The exhibition “Algiers, Archipelago of Freedoms” links different revolutionary periods from the African continent’s past and present. It brings together more than fifteen artists, whose reflections draw on memories of African struggles and recounts revolutionary paths from iconic to little-known stories which have forged personal and collective narratives, both historical and fictional.
Its starting point is Algiers, and more broadly Algeria, which has seen two periods in its history synonymous with the drive for the emancipation of peoples: the postcolonial period of the 1970s, when different revolutionary movements from African countries, Europe and the Americas were drawn to Algiers; and more recently, in 2019, when an unexpected national revolt was stirred up, known as the “Revolution of Smiles” for its pacifist nature.
Algiers is only a recent example of what Africa is experiencing in terms of the drive for social and political change. Following the example of independence and revolutionary movements that emerged in Africa in the 1950s—which furthermore found refuge in Algiers—since 2011, endogenous revolutions and revolts are being witnessed, led by a new generation; in them, the virtual sphere and social movements accompany the reappropriation of public space, streets and squares. They are striving for individual and collective freedoms, political reforms, better social and working conditions—and in particular call for a change of regime, an end to corruption and injustice.
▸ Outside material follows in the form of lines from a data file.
@pytest.mark.parametrize("count", [2, 3, 20])
def test_line_points(count: int) -> None:
    start, end = np.array([0.1, -0.5, 0.3]), np.array([1.7, 0.5, -0.2])
    data = with_(example(), "releases.r1.line", {"start": start.tolist(), "end": end.tolist(), "count": count})
    pts = _points_of(data, "r1")
    assert pts.shape == (count, 3)
    expected = np.array([start + k / (count - 1) * (end - start) for k in range(count)])
    np.testing.assert_allclose(pts, expected, rtol=0, atol=1e-15)
    np.testing.assert_allclose(pts[0], start, rtol=0, atol=1e-15)  # both ends included
    np.testing.assert_allclose(pts[-1], end, rtol=0, atol=1e-15)
    steps = np.linalg.norm(np.diff(pts, axis=0), axis=1)  # evenly spaced
    np.testing.assert_allclose(steps, np.linalg.norm(end - start) / (count - 1), rtol=1e-13)


def test_points_are_taken_as_given() -> None:
    given = [[0.2, 0.0, 0.0], [0.4, 0.1, 0.0], [-1.0, 2.0, 3.5]]
    pts = _points_of(with_(example(), "releases.r2.points", given), "r2")
    np.testing.assert_array_equal(pts, np.array(given))


def _documented_e1(normal: np.ndarray) -> np.ndarray:
    """CircleShape's docstring: the unit vector of normal x ez, or of normal x ex if normal is parallel to ez."""
    n = np.asarray(normal, float)
    ez, ex = np.array([0.0, 0.0, 1.0]), np.array([1.0, 0.0, 0.0])
    c = np.array([n[1] * ez[2] - n[2] * ez[1], n[2] * ez[0] - n[0] * ez[2], n[0] * ez[1] - n[1] * ez[0]])
    if np.linalg.norm(c) < 1e-12 * np.linalg.norm(n):
        c = np.array([n[1] * ex[2] - n[2] * ex[1], n[2] * ex[0] - n[0] * ex[2], n[0] * ex[1] - n[1] * ex[0]])
    return c / np.linalg.norm(c)


@pytest.mark.parametrize(
    "normal", [(1.0, 0.0, 0.0), (0.0, 1.0, 0.0), (0.0, 0.0, 1.0), (0.0, 0.0, -2.0), (1.0, 2.0, 3.0), (-0.3, 0.1, 0.0)]
)
@pytest.mark.parametrize("count", [1, 4, 24])
def test_circle_points(normal: tuple[float, float, float], count: int) -> None:
    center, radius = np.array([0.5, -0.2, 0.1]), 0.3
    spec = {"center": center.tolist(), "normal": list(normal), "radius": radius, "count": count}
    pts = _points_of(with_(example(), "releases.r3.circle", spec), "r3")
    assert pts.shape == (count, 3)
    n = np.asarray(normal) / np.linalg.norm(normal)
    d = pts - center
    np.testing.assert_allclose(np.linalg.norm(d, axis=1), radius, rtol=1e-13)  # at the radius
    np.testing.assert_allclose(d @ n, 0.0, atol=1e-13)  # in the plane normal to `normal`
    e1 = _documented_e1(np.asarray(normal))
    np.testing.assert_allclose(d[0] / radius, e1, atol=1e-13)  # first point along e1
    # evenly spaced, counter-clockwise seen from the tip of the normal: the angle about n from e1 grows by 2 pi / count
    e2 = np.cross(n, e1)
    angle = np.mod(np.arctan2(d @ e2, d @ e1), 2 * np.pi)
    expected = 2 * np.pi * np.arange(count) / count
    np.testing.assert_allclose(np.exp(1j * angle), np.exp(1j * expected), atol=1e-12)
    if count > 2:
        assert np.all(np.cross(d[:-1], d[1:]) @ n > 0)


def test_circle_axes_orthonormal() -> None:
    for normal in [(0, 0, 1), (1, 2, 3), (0, 5, 0)]:
        e1, e2 = circle_axes(normal)
        n = np.asarray(normal, float) / np.linalg.norm(normal)
        basis = np.array([e1, e2, n])
        np.testing.assert_allclose(basis @ basis.T, np.eye(3), atol=1e-14)
        assert np.linalg.det(basis) > 0  # right-handed: e1 x e2 = n


@pytest.mark.parametrize("counts", [(3, 4), (10, 10), (2, 1), (1, 3), (1, 1)])
def test_plane_points(counts: tuple[int, int]) -> None:
    origin, u, v = np.array([0.1, -0.5, -0.2]), np.array([0.0, 1.0, 0.5]), np.array([0.3, 0.0, 0.4])
    spec = {"origin": origin.tolist(), "u": u.tolist(), "v": v.tolist(), "counts": list(counts)}
    pts = _points_of(with_(example(), "releases.r4.plane", spec), "r4")
    nu, nv = counts
    assert pts.shape == (nu * nv, 3)
    for j in range(nv):
        for i in range(nu):  # i runs fastest
            a = i / (nu - 1) if nu > 1 else 0.0  # a count of 1 puts the points at a = 0 (docstring)
            b = j / (nv - 1) if nv > 1 else 0.0
            np.testing.assert_allclose(pts[j * nu + i], origin + a * u + b * v, rtol=0, atol=1e-15)


@pytest.mark.parametrize("seed", [0, 1, 12345])
def test_box_points(seed: int) -> None:
    low, high = [0.0, -0.5, -0.2], [1.0, 0.5, 0.2]
    spec = {"low": low, "high": high, "count": 500, "seed": seed}
    pts = _points_of(with_(example(), "releases.r5.box", spec), "r5")
    np.testing.assert_array_equal(pts, np.random.default_rng(seed).uniform(low, high, (500, 3)))
    assert np.all(pts >= low) and np.all(pts <= high)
While the revolutions of the past decade do not bear the ideology of an African union, they nevertheless align with those of the 1950s in terms of the drive for the emancipation of peoples.
We are seeking to understand what has been animating possibility and reality in recent decades on the continent of Africa, which “to this day remains the sole place capable of listening to the world”. It is the land where anything can happen, including, and above all, an encounter of elsewheres, a common future, an Afropolitanism that finally reveals the failure of universalism and offers a new perspective. Long a land of departures, Africa is the continent of diaspora, of displacements both desired and, oftentimes, forced; there is no other continent that can so strongly affirm that it “is of the world”, an identity that turns it into a place of confessions. Africa is the space of listening. It is an enormous parlor, visited and revisited for confessions of colonial dreams, fears and at times, fantasies. Amidst the commotion of those speaking, Africa is waiting to be heard.